Filters and masks
There are a few ways to manipulate incoming packets in various steps of dnsmonster
pipeline. They operate in different levels of stack and have different performance implications.
BPF
BPF is by far the most performant way to filter incoming packets. It’s only supported on live capture (--devName
). It uses the tcpdump
’s pcap-filter language to filter out the packets.
Sample Ratio
Sample ratio (--sampleRatio
) is an easy way to reduce the number of packets being pushed to the pipeline purely by numbers. the default value is 1:1 meaning for each 1 incoming packet, 1 gets pushed to the pipeline. you can change that if you have a huge number of packets or your output is not catching up with the input. Checkout performance guide for more detail.
De-duplication
The experimental de-duplication (--dedup
) feature is implemented to provide a rudimentary packet de-duplication capability. The functionality of de-duplication is very simple. It uses a non-cryptography hashing function (FNV-1) on the raw packets and generates a hash table of incoming packets as the come in. Note that the hashing function happens before stripping 802.1q
, vxlan
, ethernet
layers so the de-duplication happens purely on the packet bytes.
There’s also the option --dedupCleanupInterval
to specify cleanup time for the hash table. around the time of cleanup, there could be a few duplicate packets since the hash table is not time-bound on its own. It gets flushed completely at the interval.

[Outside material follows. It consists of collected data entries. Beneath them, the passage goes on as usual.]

// Which formulation answers where for water(l), water(cr) and water(g), why, and what the seams cost: all of it here,
// for liquid_water.hpp, ice.hpp and steam.hpp, which select by the bounds below.
//
// Ts saturation temperature (R7-97), Tm melting temperature and Tsub sublimation temperature of ice Ih (R14-08), all at
// the pressure p; pt = 611.657 Pa, pc = 22.064 MPa. `fit` is what the source gives, `trust` what this project uses.
//
// | phase | formulation                  | T / K                        | p                            |
// |-------|------------------------------|------------------------------|------------------------------|
// | l     | SR6-08, cp held              | 250.15 to 253.15             | below 1 MPa                  |
// | l     | SR6-08                       | 253.15 to 273.15             | below 1 MPa                  |
// | l     | R7-97 region 1               | 263.15 to 273.15             | 1 MPa to 100 MPa             |
// | l     | R7-97 region 1               | 273.15 to 623.15             | to 100 MPa                   |
// | l     | R7-97 region 3, liquid side  | 623.15 to Ts or boundary 2-3 | 16.5 MPa to 100 MPa          |
// | cr    | R10-06                       | 1 to Tm (or 273.16) + 5      | to 210 MPa                   |
// | g     | R7-97 region 2, over ice     | Tsub - 3, or 253.15, up      | to pt                        |
// | g     | R7-97 metastable vapour      | Ts - 0.178 (627 - Ts) to Ts  | pt to 10 MPa                 |
// | g     | R7-97 region 2               | Ts to 1073.15                | to 100 MPa, below region 3   |
// | g     | R7-97 region 3, vapour side  | 623.15 to 863.15             | 16.5 MPa to 100 MPa          |
// | g     | R7-97 region 5               | 1073.15 to 2273.15           | to 50 MPa                    |
//
// Lower and upper end of `fit`, and of `trust` where it goes further:
//   l   fit    253.15 K (273.15 K above 0.3 MPa) to Ts, above pc to boundary 2-3
//       trust  250.15 K (263.15 K from 1 MPa on) to 573.15 K or, where that is more, Ts + 3 K, at most 623.15 K;
//              beyond, to the end of region 3's liquid branch
//   cr  fit    1 K to Tm + 0.0002 K
//       trust  5 K more
//   g   fit    from 273.15 K to pt, then from the end of the metastable equation, above 10 MPa from Ts (623.15 K from
//              pc on); to 2273.15 K, above 50 MPa to 1073.15 K
//       trust  from Tsub - 3 K, but not below 253.15 K, to pt; above 10 MPa from Ts - 1 K, and where Ts is above
//              623.15 K from the end of region 3's vapour branch
//
// Where phases meet. g of liquid and steam, R7-97 on both sides, within 11 J/kg or 4 mK of Ts. g of ice and liquid
// within 0.02 mK of Tm to 0.3 MPa, 0.16 mK to 70 MPa, then 0.10 mK below it at 80 MPa, 0.85 mK at 100 MPa; at
// 0.101325 MPa at 273.15253 K (R10-06: 273.152519 K). g of ice and steam 0.35 mK below Tsub at the triple point, 1.4 mK
// at 253.2 K. Held by tests/published/water_melting.cpp.
//
// Steps in h (J/kg), s (J/(kg K)), cp (J/(kg K)) and g (J/kg) at the seams, on the way up in T or p:
//   l, SR6-08 to region 1 at 273.15 K, pt to 0.3 MPa   -0.17        -0.0007            +0.12        +0.03
//      the same at 1 MPa                               -0.79        -0.0022            +0.12        -0.18
//      SR6-08 to region 1 at 1 MPa, 268.15 K           3.8
//      the same at 263.15 K                            19
//      region 1 to region 3 at 623.15 K                -7 to +28    -0.018 to +0.038
//   g, metastable vapour to region 2, at Ts            -37 to +43   -0.08 to +0.08     -17 to +16   -23 to +16
//      region 2 to region 3 along their boundary       -125 to +72  -0.18 to +0.10
//      region 2 to region 5 at 1073.15 K               -94 to +90   -0.13 to +0.015    -2.2 to +2.2
// cp of the steam steps by +55 of 7147 at 10 MPa. Above pc there is one fluid: liquid and steam both are region 3.
//
// Liquid, the seam. From SR6-08 with its term in pressure to region 1 at other places it would be, in the same units:
//   at 298.15 K and 0.1 MPa          +8.7    +0.030    +0.45  -0.21
//   at 373.12 K and 0.1 MPa          -67     -0.197    +1.1   +6.4
//   at 383.15 K and 0.1 MPa          -52     -0.156    +1.8   +8.2
//   in pressure, at 0.3 MPa, 353.15 K  -64   -0.187    -1.3   +2.4
// Both formulations keep to the tolerances they state, but such a seam would show in a difference of a few kelvin
// across it; the one at 273.15 K, the lower end of R7-97, is 40 microkelvin in temperature. It also leaves R7-97 on
// both sides of the saturation curve.
//
// Liquid, supercooled. SR6-08 gives 253.15 K at 0.1 MPa; its term in pressure is used below 1 MPa and counted as the
// source's own to 0.3 MPa. Below 253.15 K its heat capacity is held: at 250.15 K 4401 J/(kg K) against 4484 by IAPWS
// G12-15 (-1.9 %), 0.66 J/(kg K) in entropy; the equation itself turns over soon below (pole at 232 K). From 1 MPa on
// region 1 goes on below its end, since the melting curve runs there. Against IAPWS-95 it differs at 263.15 K by 18
// J/kg, 0.068 J/(kg K) and 5.4 J/(kg K) in cp at 1 MPa, by 11 J/kg at 10 MPa and by 21 J/kg at 100 MPa, of which 19
// stand at 273.15 K already; against G12-15 cp differs by 4.5, 4.2 and -31 J/(kg K) at 1, 10 and 100 MPa.
//
// Liquid, superheated. R7-97 says that region 1 gives reasonable values close to saturation (from memory). Against
// IAPWS-95 on its metastable branch from 373.15 K to 573.15 K, 1 Pa to 8.6 MPa: cp within 0.11 %, h within 290 J/kg,
// s within 0.52 J/(kg K), little more than on the saturation curve itself (240 J/kg, 0.43 J/(kg K)). At 578 K cp
// begins to part (0.13 %), at 583 K by 1.1 % at 1 bar. In the 3 K of superheat beyond: cp within 0.8 %.
//
// Ice, superheated. The same equation, whose properties stay smooth there (cp rises by 7.5 J/(kg K) a kelvin
// throughout). Above the triple point of ice Ih, ice III and liquid, 208.57 MPa, its Tm stays at 251.165 K.
//
// Steam, supersaturated, up to 10 MPa. The metastable-vapour equation goes from saturation to the line of 5 %
// equilibrium moisture, which lies 56 K below saturation at 0.01 MPa, 48 K at 0.1 MPa, 32 K at 1 MPa and 8.2 K at 10
// MPa; the end in the table is up to 3 K inside that line, and not below 273.15 K. Region 2 itself does not serve: 48 K
// below saturation at 0.1 MPa its h is off by 90 kJ/kg. To keep the equilibrium of liquid and steam clear of the step
// between the two it is put at a pressure 0.5 % above saturation, 0.1 K below Ts at 0.1 MPa. Above 10 MPa the release
// names region 2 (from memory); in the 1 K for which it is trusted cp is within 0.4 % of IAPWS-95 up to 15 MPa and
// 1.6 % below it at 16.5 MPa (at 3 K 12 %).
//
// Steam over ice. Region 2 below its end of 273.15 K, against IAPWS-95 at 100 Pa and 253.15 K: h -35 J/kg,
// s -0.094 J/(kg K), cp +0.4 %.
#pragma once

namespace entropy_ledger::registry {

struct LiquidWaterBounds {
    static constexpr double sr6_held_to = 250.15;          // K
    static constexpr double sr6_lower = 253.15;            // K, SR6-08
    static constexpr double seam = 273.15;                 // K, R7-97's lower end
    static constexpr double region1_trusted_to = 263.15;   // K
    static constexpr double region1_upper = 623.15;        // K, R7-97
    static constexpr double superheat_trusted_to = 573.15; // K
    static constexpr double superheat_margin = 3.0;        // K
    static constexpr double sr6_stated_pressure = 0.3e6;   // Pa, SR6-08
    static constexpr double sr6_pressure = 1.0e6;          // Pa, used below this
    static constexpr double greatest_pressure = 100.0e6;   // Pa, R7-97
};

struct IceBounds {
    static constexpr double lowest_temperature = 1.0;      // K; R10-06 begins at 0 K, where T = 0 has no logarithm
    static constexpr double greatest_pressure = 210.0e6;   // Pa, R10-06
    static constexpr double melting_allowance = 2.0e-4;    // K; the equilibrium with the liquid lies inside `fit`
    static constexpr double superheat_margin = 5.0;        // K
};

struct SteamBounds {
    static constexpr double lowest_temperature = 273.15;    // K, R7-97
    static constexpr double over_ice_trusted_to = 253.15;   // K
    static constexpr double sublimation_margin = 3.0;       // K
    static constexpr double metastable_pressure = 10.0e6;   // Pa, R7-97
    static constexpr double metastable_upper = 584.15;      // K, just above saturation at that pressure
    static constexpr double seam_supersaturation = 1.005;   // p over saturation pressure
    static constexpr double supersaturation_margin = 1.0;   // K, above 10 MPa
    static constexpr double region3_lower = 623.15;         // K, R7-97
    static constexpr double region3_upper = 863.15;         // K, R7-97
    static constexpr double region2_upper = 1073.15;        // K, R7-97
    static constexpr double region5_upper = 2273.15;        // K, R7-97
    static constexpr double region5_pressure = 50.0e6;      // Pa, R7-97
    static constexpr double greatest_pressure = 100.0e6;    // Pa, R7-97
};

} // namespace entropy_ledger::registry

Applied after Sample Ratio for each packet.
Port
There’s an additional filter specifying the port (--port
) of each packet. since the vast majority of the DNS packets are served out of port 53, this parameter shouldn’t have any effect by default. note that this filter will not be applied to fragmented packets.
IP Masks
While processing the packets, the source and destination IPv4 and IPv6 packets can be masked by a specified number of bytes (--maskSize4
and --maskSize6
options). Since this step happens after de-duplication, there could be seemingly duplicate entries in the output purely because of the fact that IP prefixes appear the same.
Allow and Skip Domain list
These two filters specify an allowlist and a skip list for the domain outputs. --skipDomainsFile
is used to avoid writing noisy, repetitive data to your Output. The skip domain list is a csv-formatted file (or a URL containing the file), with only two columns: a string representing part or all of a FQDN, and a logic for that particular string. dnsmonster
supports three logics for each entry: prefix
, suffix
and fqdn
. prefix
and suffix
means that only the domains starting/ending with the mentioned string will be skipped from being sent to output. Note that since the process is being done on DNS questions, your string will most likely have a trailing .
that needs to be included in your skip list row as well (take a look at skipdomains.csv.sample for a better view). You can also have a full FQDN match to avoid writing highly noisy FQDNs into your database.
--allowDomainsFile
provides the exact opposite of skip domain logic, meaning your output will be limited to the entries inside this list.
both --skipDomainsFile
and --allowDomainsFile
have an automatic refresh interval and re-fetch the FQDNs using --skipDomainsRefreshInterval
and --allowDomainsRefreshInterval
options.
For each output type, you can specify which of these tables are used. Check the output section for more detail regarding the output modes.